Posted 29 April 2012 - 08:48 PM

Quote

At the moment it returns the reference and not a new object, which is a potential security risk. To fix this I tried to do something like this:


You could use a copy constructor or simply implement the Cloneable interface to return a deep copy.

Quote

But I get an error stating "cannot instantiate the type T".
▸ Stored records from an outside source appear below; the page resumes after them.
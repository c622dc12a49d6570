import { NextResponse } from "next/server";
import { purgeDeleted, restoreDeleted } from "@/db/queries/show-lifecycle";
import { requireShow } from "@/lib/auth/access";
import { conflict, notFound } from "@/lib/http/errors";
import { route } from "@/lib/http/handler";
import { SHOW_UNDO_DAYS } from "@/lib/limits";

/** Directors undo the deletion of a show within SHOW_UNDO_DAYS days; a show that is not deleted is unknown here. */
export const POST = route<{ showId: string }>(async (_req, { showId }) => {
  const { show: deleted } = await requireShow(showId, "retire-show", { deleted: "either" });
  if (!deleted.deletedAt) throw conflict(`"${deleted.name}" is not deleted.`);
  await purgeDeleted(deleted.programId);
  const show = await restoreDeleted(showId);
  if (!show) throw notFound(`"${deleted.name}" was deleted more than ${SHOW_UNDO_DAYS} days ago and is gone for good.`);
  return NextResponse.json({ show });
});
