"use client";
// Listen: what the chosen listening point hears, as a synthesized sketch, following the transition count by count.
import { useEffect, useMemo, useRef, useState } from "react";
import { Button } from "@/components/Button";
import { errorText } from "@/components/error-text";
import { VOICE_LABELS, VOICE_ORDER } from "@/app/shows/[showId]/music/voices";
import { NO_SOLO_MUTE, type SoloMute } from "@/lib/listen/audible";
import { setCountOnLine } from "@/lib/listen/count-line";
import { bpmAt } from "@/lib/listen/count-times";
import { scheduleListen } from "@/lib/listen/schedule";
import type { ScoreNotes } from "@/lib/listen/score-notes";
import type { ListenAnswer } from "@/lib/listen/types";
import type { AB } from "./listen-graph";
import { loadParts, loadScore, type SetRef } from "./load-listen";
import { exposeOfflineRender } from "./offline-render";
import { useListenSound } from "./use-listen";

/** The field animation Listen keeps in step with (the editor's transition player). */
export interface FollowedPlayback {
  count: number | null;
  playing: boolean;
  bpm: number;
  setBpm(bpm: number): void;
  play(): void;
  pause(): void;
}

interface Props {
  showId: string;
  listeningPointId: string | null;
  pointName: string;
  /** The show's sets in order, and the index of the set whose transition plays. */
  sets: readonly { id: string; counts: number }[];
  index: number;
  /** Versions of the from-set and the to-set when known (a saved change fetches new parts). */
  versions?: { from: number | null; to: number | null };
  playback?: FollowedPlayback;
  /** Counts a minute without a score, when there is no field animation to take it from. */
  bpm?: number;
}

type Loaded = { from: ListenAnswer | null; to: ListenAnswer; score: NonNullable<ScoreNotes["score"]> | null; scoreProblem: string | null };

const toggle = (list: readonly string[], item: string) => (list.includes(item) ? list.filter((x) => x !== item) : [...list, item]);
const pill = (on: boolean) => `min-h-9 rounded-md border px-2 text-sm font-semibold ${on ? "border-turf-dark bg-turf-light" : "border-ink/20 bg-paper-raised hover:bg-paper-sunk"}`;

export function ListenControl({ showId, listeningPointId, pointName, sets, index, versions, playback, bpm = 120 }: Props) {
  const [ab, setAb] = useState<AB>("written");
  const [soloMute, setSoloMute] = useState<SoloMute>(NO_SOLO_MUTE);
  const [background, setBackground] = useState(false);
  const [loaded, setLoaded] = useState<Loaded | null>(null);
  const [busy, setBusy] = useState(false);
  const [error, setError] = useState<string | null>(null);
  const controls = useMemo(() => ({ ab, soloMute, background }), [ab, soloMute, background]);
  const sound = useListenSound(controls);

  const to = sets[index];
  const from = index > 0 ? sets[index - 1]! : null;
  const counts = to?.counts ?? 0;
  const spanStart = setCountOnLine(sets, index) - (from ? counts : 0);
  const tempo = playback?.bpm ?? bpm;
  const key = `${showId}/${from?.id}/${to?.id}/${listeningPointId}/${versions?.from}/${versions?.to}`;
  const loadedKey = useRef<string | null>(null);

  useEffect(() => {
    exposeOfflineRender();
  }, []);

  const schedule = (l: Loaded, atBpm: number) => scheduleListen({ from: l.from, to: l.to, counts, spanStartOnLine: spanStart, score: l.score, fallbackBpm: atBpm });
  const startCount = () => (playback && from && playback.count !== null && playback.count < counts ? playback.count : 0);

  async function listen() {
    if (!to || !listeningPointId) return;
    if (!sound.prepare()) {
      setError("This browser cannot play sound (no Web Audio).");
      return;
    }
    setError(null);
    setBusy(true);
    try {
      let l = loadedKey.current === key ? loaded : null;
      if (!l) {
        const ref = (id: string, v: number | null | undefined): SetRef => ({ id, version: v ?? null });
        const [parts, score] = await Promise.all([
          loadParts(showId, from ? ref(from.id, versions?.from) : null, ref(to.id, versions?.to), listeningPointId),
          loadScore(showId).then(
            (s) => ({ s, problem: null }),
            (e: unknown) => ({ s: null, problem: `The score's notes could not be read (${errorText(e)}); held chords play instead.` }),
          ),
        ]);
        l = { ...parts, score: score.s, scoreProblem: score.problem };
        loadedKey.current = key;
        setLoaded(l);
      }
      const first = startCount();
      const atBpm = l.score?.tempo.length ? bpmAt(spanStart + first, l.score.tempo, tempo) : tempo;
      if (l.score?.tempo.length && playback) playback.setBpm(atBpm);
      sound.start(schedule(l, tempo), first);
      if (playback && from) playback.play();
    } catch (e) {
      setError(errorText(e, "Try again."));
    } finally {
      setBusy(false);
    }
  }

  function stop() {
    sound.stop();
    if (playback?.playing) playback.pause();
  }

  // Kept in step with the field: a pause, a step or a seek there stops the sound; the score's tempo drives the animation.
  const followed = useRef(false);
  useEffect(() => {
    if (!playback || !from) return;
    if (sound.playing && playback.playing) followed.current = true;
    if (sound.playing && followed.current && !playback.playing) {
      followed.current = false;
      sound.stop();
    }
    if (!sound.playing) followed.current = false;
  }, [playback, from, sound]);
  useEffect(() => {
    if (!playback || !sound.playing || playback.count === null || !loaded?.score?.tempo.length) return;
    const want = bpmAt(spanStart + playback.count, loaded.score.tempo, playback.bpm);
    if (want !== playback.bpm) playback.setBpm(want);
  }, [playback, sound.playing, loaded, spanStart]);
  // Without a score the tempo is the player's: a new tempo restarts the sound from the count shown.
  const lastTempo = useRef(tempo);
  useEffect(() => {
    if (lastTempo.current === tempo) return;
    lastTempo.current = tempo;
    if (sound.playing && loaded && !loaded.score?.tempo.length) sound.start(schedule(loaded, tempo), startCount());
    // eslint-disable-next-line react-hooks/exhaustive-deps
  }, [tempo]);

  const parts = useMemo(() => (loaded ? [...loaded.to.parts, ...(loaded.from?.parts ?? []).filter((p) => !loaded.to.parts.some((q) => q.key === p.key))] : []), [loaded]);
  const sections = [...new Set(parts.map((p) => p.section))];
  const voices = VOICE_ORDER.filter((v) => parts.some((p) => p.voice === v));
  const hasBackground = Boolean(loaded?.to.backgroundOctaveDb);

  return (
    <section className="flex flex-col gap-2 rounded-xl border border-ink/10 bg-paper-raised px-4 py-3 text-sm shadow-sm" aria-labelledby="listen-title" data-testid="listen">
      <div className="flex flex-wrap items-center gap-2">
        <h2 id="listen-title" className="mr-2 text-base font-semibold">
          Listen at {pointName}
        </h2>
        {sound.playing ? (
          <Button variant="secondary" onClick={stop} data-testid="listen-toggle">
            Stop
          </Button>
        ) : (
          <Button variant="secondary" onClick={() => void listen()} disabled={busy || !listeningPointId || !to} data-testid="listen-toggle">
            {busy ? "Getting ready…" : "Listen"}
          </Button>
        )}
        <fieldset className="flex items-center gap-1">
          <legend className="sr-only">Dynamics heard</legend>
          {(["written", "plan"] as const).map((v) => (
            <button key={v} type="button" aria-pressed={ab === v} className={pill(ab === v)} onClick={() => setAb(v)} data-testid={`listen-ab-${v}`}>
              {v === "written" ? "As written" : "With the plan"}
            </button>
          ))}
        </fieldset>
        <label className="flex items-center gap-1">
          <input type="checkbox" checked={background} onChange={(e) => setBackground(e.target.checked)} disabled={Boolean(loaded) && !hasBackground} data-testid="listen-background" />
          Mix in the background noise {loaded && !hasBackground ? `(${pointName} has none)` : `at ${pointName}`}
        </label>
      </div>
      <p>
        <strong>An audible sketch of the prediction, not a recording.</strong> Each section is a simple synthesized voice shaped to its predicted level in each octave band at {pointName}, arriving with its predicted delay
        {from ? "; between the two sets the levels move count by count in step with the field" : ""}.
        {loaded ? (loaded.score ? " Notes from the imported score." : " No score imported: each section holds a chord in its register.") : null}
        {ab === "plan" ? ` “With the plan” changes each section by the balance plan of ${from ? "each of the two sets" : "the set"} at ${pointName}.` : null}
      </p>
      <p className="text-ink-soft" data-testid="listen-caution">
        Keep your volume low, above all on headphones: playback is held to one quiet level and limited, but your device&apos;s volume decides how loud it is. Follow your school&apos;s or venue&apos;s rules; any decision about a
        person&apos;s hearing belongs to a licensed audiologist.
      </p>
      {error ? (
        <p role="alert" className="text-signal-bad">
          Listen could not start: {error}
        </p>
      ) : null}
      {loaded?.scoreProblem ? <p role="status">{loaded.scoreProblem}</p> : null}
      {loaded ? (
        <div className="flex flex-col gap-1" role="group" aria-label="Solo and mute">
          <div className="flex flex-wrap items-center gap-1">
            <span className="w-32 font-semibold">Voices</span>
            {voices.map((v) => (
              <span key={v} className="flex items-center gap-1 pr-2">
                {VOICE_LABELS[v]}
                <button type="button" aria-pressed={soloMute.soloVoices.includes(v)} className={pill(soloMute.soloVoices.includes(v))} onClick={() => setSoloMute((s) => ({ ...s, soloVoices: toggle(s.soloVoices, v) }))} data-testid={`listen-solo-voice-${v}`} aria-label={`Solo the ${VOICE_LABELS[v]!.toLowerCase()}`}>
                  Solo
                </button>
                <button type="button" aria-pressed={soloMute.mutedVoices.includes(v)} className={pill(soloMute.mutedVoices.includes(v))} onClick={() => setSoloMute((s) => ({ ...s, mutedVoices: toggle(s.mutedVoices, v) }))} data-testid={`listen-mute-voice-${v}`} aria-label={`Mute the ${VOICE_LABELS[v]!.toLowerCase()}`}>
                  Mute
                </button>
              </span>
            ))}
          </div>
          <div className="flex flex-wrap items-center gap-1">
            <span className="w-32 font-semibold">Sections</span>
            {sections.map((s) => (
              <span key={s} className="flex items-center gap-1 pr-2">
                {s}
                <button type="button" aria-pressed={soloMute.soloSections.includes(s)} className={pill(soloMute.soloSections.includes(s))} onClick={() => setSoloMute((x) => ({ ...x, soloSections: toggle(x.soloSections, s) }))} data-testid={`listen-solo-section-${s}`} aria-label={`Solo ${s}`}>
                  Solo
                </button>
                <button type="button" aria-pressed={soloMute.mutedSections.includes(s)} className={pill(soloMute.mutedSections.includes(s))} onClick={() => setSoloMute((x) => ({ ...x, mutedSections: toggle(x.mutedSections, s) }))} data-testid={`listen-mute-section-${s}`} aria-label={`Mute ${s}`}>
                  Mute
                </button>
              </span>
            ))}
          </div>
        </div>
      ) : null}
    </section>
  );
}
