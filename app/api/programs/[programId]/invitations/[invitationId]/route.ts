import { NextResponse } from "next/server";
import { revokeInvitation } from "@/db/queries/invitations";
import { requireProgram } from "@/lib/auth/access";
import { notFound } from "@/lib/http/errors";
import { idSchema, route } from "@/lib/http/handler";

/** Revokes an open invitation: its link stops working at once. */
export const DELETE = route<{ programId: string; invitationId: string }>(async (_req, { programId, invitationId }) => {
  await requireProgram(programId, "manage-members");
  if (!idSchema.safeParse(invitationId).success || !(await revokeInvitation(programId, invitationId))) {
    throw notFound("No open invitation with this id.");
  }
  return new NextResponse(null, { status: 204 });
});
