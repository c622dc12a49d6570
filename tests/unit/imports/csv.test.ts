// CSV reading (line numbers as an editor shows them) and writing (formula cells neutralised).
import { describe, expect, it } from "vitest";
import { readCsvTable } from "@/lib/imports/csv-table";
import { writeCsv } from "@/lib/imports/csv-write";
import { parseFacing } from "@/lib/imports/facing";

describe("readCsvTable", () => {
  it("numbers lines from the header as 1, counting blank lines and quoted line breaks", () => {
    const text = 'Label,Name\r\nT1,"Ann"\r\n\r\nT2,"Two\nlines"\nT3,Cy\n';
    const t = readCsvTable(text);
    expect(t.columns).toEqual(["label", "name"]);
    expect(t.records.map((r) => [r.line, r.cells.label])).toEqual([
      [2, "T1"],
      [4, "T2"],
      [6, "T3"],
    ]);
    expect(t.records[1]!.cells.name).toBe("Two\nlines");
  });

  it("normalises headers and drops a byte-order mark", () => {
    const t = readCsvTable("\uFEFFYard Line, X (m) ,steps-side\n35,1.5,2\n");
    expect(t.columns).toEqual(["yard_line", "x_m", "steps_side"]);
  });

  it("reports an empty file", () => {
    expect(readCsvTable("\n\n").errors[0]!.reason).toMatch(/empty/);
  });
});

describe("writeCsv", () => {
  // OWASP, "CSV Injection": cells starting with =, +, -, @, tab or CR are prefixed with '.
  it.each(["=1+2", "+SUM(A1)", "-2+3", "@cmd", "\tx", "\rx"])("neutralises a text cell %j", (cell) => {
    const out = writeCsv(["name"], [[cell]]);
    expect(out.split("\r\n")[1]).toMatch(/^"?'/);
  });

  it("leaves numbers (also negative ones) and ordinary text alone", () => {
    expect(writeCsv(["a", "b", "c"], [[-3, "T1", null]])).toBe("a,b,c\r\n-3,T1,\r\n");
  });

  it("reads back what it wrote, the ' taken off again", () => {
    const text = writeCsv(["label", "name"], [["T1", '=HYPERLINK("http://x.example")'], ["T2", "Ann, \"Jr\""]]);
    const t = readCsvTable(text);
    expect(t.records.map((r) => r.cells.name)).toEqual(['=HYPERLINK("http://x.example")', 'Ann, "Jr"']);
  });
});

describe("parseFacing", () => {
  it.each([
    ["", 0],
    ["front", 0],
    ["side 2", 90],
    ["back", 180],
    ["Side 1", 270],
    ["45", 45],
    ["-90", 270],
    ["450°", 90],
  ])("%j → %d", (cell, deg) => {
    expect(parseFacing(cell)).toBe(deg);
  });
  it("explains a facing it cannot read", () => {
    expect(parseFacing("north")).toMatch(/not a number of degrees/);
  });
});
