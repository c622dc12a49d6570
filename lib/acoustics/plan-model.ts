// The balance plan as numbers: sections that may change (units), the groups whose levels the
// targets compare (voices, registers of a choir, sections within a voice), the targets as hinge
// residuals in dB, and the musical limits (each unit's step range, the written shape). A group's level
// is its loudness level (phon, ISO 532-1, as the balance checks measure it) at the change of its
// A-weighted energy at the point when its sections play other dynamics: the group's written spectrum
// moved by that change, looked up on a curve computed once per group. Exact as written, and monotone
// in every section's step, which the branch and bound needs. Loudness level does not follow dB one
// for one: a soft, masked-sounding group gains far more than a phon per dB as it comes up, so a plan
// that moved levels one for one overshot (the brass under a soft clarinet melody taken to pp where one step down would do).
// The "heard" targets compare changes of energy instead (dB): a voice's margin over what masks it.
import { OCTAVE_BANDS, BAND_COUNT } from "./bands";
import { catalogOf, groupBy, soundingPlayers, type BoxPlayer } from "./box-players";
import { backgroundThirdOctaves, thirdOctavesDbA } from "./background";
import { BATTERY_FAMILIES, PYRAMID_FAMILIES, REGISTERS_LOW_TO_HIGH, WIND_FAMILIES } from "./checks";
import { octaveLoudness } from "./group-loudness";
import { instrumentBandsInto } from "./instrument";
import type { MusicalLimits } from "./plan-limits";
import type { PLANNED_CHECKS } from "./planned-checks";
import type { BalanceTargets } from "./targets";
import { DYNAMICS, VOICES, type AnalysisInput, type CheckId, type Dynamic, type InstrumentSpec, type PointResult, type Voice } from "./types";
import { aWeightingDb } from "./weighting";

const A_WEIGHT_ENERGY = OCTAVE_BANDS.map((b) => 10 ** (aWeightingDb(b.exactHz) / 10));
const TOP = DYNAMICS.length - 1;
const BANDS = BAND_COUNT; // a local constant: read in the inner loops

export interface PlanUnit {
  section: string;
  voice: Voice;
  writtenDynamic: Dynamic;
  /** Index of the written dynamic in pp…fff. */
  base: number;
  performerIds: string[];
  /** Battery and front ensemble (percussion, keyboards, amplified) plan within their own limits. */
  kind: "winds" | "percussion";
  /** One player of a section that otherwise rests or plays something else (a soloist). */
  solo: boolean;
  /** Steps allowed: within pp…fff and the musical limits (both 0 when nothing is to change). */
  kMin: number;
  kMax: number;
}

/** A level difference as a director reads it: whole dB, one decimal under 1 dB. */
export function dbWords(db: number): string {
  const a = Math.abs(db);
  return `${a >= 1 ? Math.round(a).toFixed(0) : a.toFixed(1)} dB`;
}

/** Families planned as the battery and front ensemble. */
const PERCUSSION_FAMILIES: readonly string[] = ["percussion", "keyboard", "amplified"];

/**
 * The written shape, between two units of the same kind: `louder` is written above `softer`.
 * hard: the melody over a harmony voice, never planned further under it than written.
 * Otherwise a soft rule: each step `softer` is planned above `louder` costs SHAPE_WEIGHT.
 */
export interface ShapePair {
  louder: number;
  softer: number;
  hard: boolean;
}

export type TargetKind = "melody-lead" | "battery" | "pyramid" | "heard";

export interface Residual {
  kind: TargetKind;
  /** r = max(0, c + Σ coef · L[group]). */
  terms: { group: number; coef: number }[];
  c: number;
  /** What the residual is about, for the report (same key across sets). */
  key: string;
  /** The set it is measured in ("" for a single unnamed set). */
  set: string;
  /** The state in a director's words at the raw value c + Σ coef · L: "the melody is 6 dB under the accompaniment in loudness". */
  state: (rawDb: number) => string;
  /** What the target asks: "it should lead every other voice by 3 dB". */
  aim: string;
  /** Units the residual involves (for notes and limits). */
  units: number[];
}

export interface PlanModel {
  units: PlanUnit[];
  /** Per sounding player: unit index (−1 held), energy (A-weighted, at the point) at each dynamic. */
  playerUnit: Int32Array;
  playerBase: Int32Array;
  playerEnergy: Float64Array[];
  /** Players of each group. */
  groups: number[][];
  /**
   * The same groups as step tables: the energy of each group's held players, the units playing in it,
   * and per such unit its summed energy in the group at each step (stepEnergy[g][j][k − kMin] for unit
   * groupUnits[g][j]). A group's level is then a sum over its units, not over its players.
   */
  heldEnergy: Float64Array;
  groupUnits: Int32Array[];
  stepEnergy: Float64Array[][];
  /** Per group, its A-weighted energy level as written (dB): where its loudness curve is read from. */
  writtenDb: Float64Array;
  /**
   * Per group, its level against its change of energy from as written: a loudness level (phon) for the
   * groups the balance compares, the change itself (dB) for a voice's margin over what masks it.
   */
  loudness: LevelCurve[];
  /** Per group: true where its level is a loudness level (phon), false where it is a change of energy (dB). */
  isLoudness: boolean[];
  residuals: Residual[];
  shape: ShapePair[];
}

/** A-weighted energy at the point of one player at every dynamic pp…fff, from its band levels at its own dynamic.
 * The ratio of each dynamic's power to the player's own, per band, depends on the instrument only: cached per spec. */
function energiesByDynamic(p: BoxPlayer, ratioCache: Map<InstrumentSpec, Float64Array[][]>): Float64Array {
  let ratios = ratioCache.get(p.spec);
  if (!ratios) {
    const power = DYNAMICS.map((d) => {
      const bands = new Float64Array(BANDS);
      instrumentBandsInto(p.spec, d, bands);
      for (let b = 0; b < BANDS; b++) bands[b] = 10 ** (bands[b]! / 10);
      return bands;
    });
    // ratios[own][d][b] = 10^((Lw(d, b) − Lw(own, b)) / 10) · A-weighting energy of band b
    ratios = power.map((own) =>
      power.map((at) => {
        const r = new Float64Array(BANDS);
        for (let b = 0; b < BANDS; b++) r[b] = (at[b]! / own[b]!) * A_WEIGHT_ENERGY[b]!;
        return r;
      }),
    );
    ratioCache.set(p.spec, ratios);
  }
  const own = ratios[DYNAMICS.indexOf(p.dynamic)]!;
  const band = new Float64Array(BANDS);
  for (let b = 0; b < BANDS; b++) band[b] = 10 ** (p.bandsDb[b]! / 10);
  const out = new Float64Array(DYNAMICS.length);
  for (let d = 0; d <= TOP; d++) {
    const r = own[d]!;
    let e = 0;
    for (let b = 0; b < BANDS; b++) e += band[b]! * r[b]!;
    out[d] = e;
  }
  return out;
}

/**
 * Per section, the most common (voice, dynamic) of its sounding players over all sets: what the section
 * plays. In score order (the catalog's order: woodwinds, brass, battery, front ensemble), then by name.
 */
function findUnits(inputs: readonly AnalysisInput[], sets: BoxPlayer[][], limits: MusicalLimits, nothingToChange: boolean): PlanUnit[] {
  const all = sets.flat();
  const score = new Map(Object.keys(catalogOf(inputs[0] ?? {})).map((key, i) => [key, i]));
  const sectionSize = new Map<string, Set<string>>();
  for (const input of inputs) for (const p of input.performers) (sectionSize.get(p.section) ?? sectionSize.set(p.section, new Set()).get(p.section)!).add(p.id);
  const units: (PlanUnit & { score: number })[] = [];
  for (const [section, list] of groupBy(all, (p) => p.section)) {
    const counts = groupBy(list, (p) => `${p.voice}\u0000${p.dynamic}`);
    const [, chosen] = [...counts].reduce((a, b) => (b[1].length > a[1].length || (b[1].length === a[1].length && b[0] < a[0]) ? b : a));
    const first = chosen[0]!;
    const base = DYNAMICS.indexOf(first.dynamic);
    const performerIds = [...new Set(chosen.map((p) => p.id))].sort();
    const kind = PERCUSSION_FAMILIES.includes(first.family) ? "percussion" : "winds";
    const steps = nothingToChange ? 0 : kind === "percussion" ? limits.percussionSteps : limits.windSteps;
    units.push({
      section,
      voice: first.voice as Voice,
      writtenDynamic: first.dynamic,
      base,
      performerIds,
      kind,
      solo: performerIds.length === 1 && (sectionSize.get(section)?.size ?? 1) > 1,
      kMin: Math.max(-base, -steps),
      kMax: Math.min(TOP - base, steps),
      score: Math.min(...chosen.map((p) => score.get(p.instrument) ?? score.size)),
    });
  }
  units.sort((a, b) => a.score - b.score || (a.section < b.section ? -1 : a.section > b.section ? 1 : 0));
  return units.map(({ score: _, ...u }) => u);
}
This is due to type erasure. Basically, all the T's in the class are erased (and replaced with Object ?) at compile-time. You can't instantiate something that doesn't exist.

import java.util.*;
import java.lang.*;
import java.lang.reflect.*;
 
class Main
{
        public static void main (String[] args) throws java.lang.Exception
        {
                StartState ss = new StartState("Hello World");
                AbstractState as = newInstance(ss);
                System.out.println(ss);
                System.out.println(as);
                System.out.println("ss != as : "+(as != null && ss != as));
        }
 
        private static abstract class AbstractState{}
        private static class StartState extends AbstractState{
                private String label;
                public StartState(String label){ this.label = label; }
                public StartState(StartState ss){ this.label = ss.label; }
                public String toString(){return label;}
        }
 
        private static <T extends AbstractState> T newInstance(T obj) throws Exception {
                Class<?> cls = ((AbstractState)obj).getClass();
                Constructor<?> con = cls.getConstructor(cls);
                return (T)con.newInstance(obj);
        }
}



newInstance is an analogue of getCurrentState.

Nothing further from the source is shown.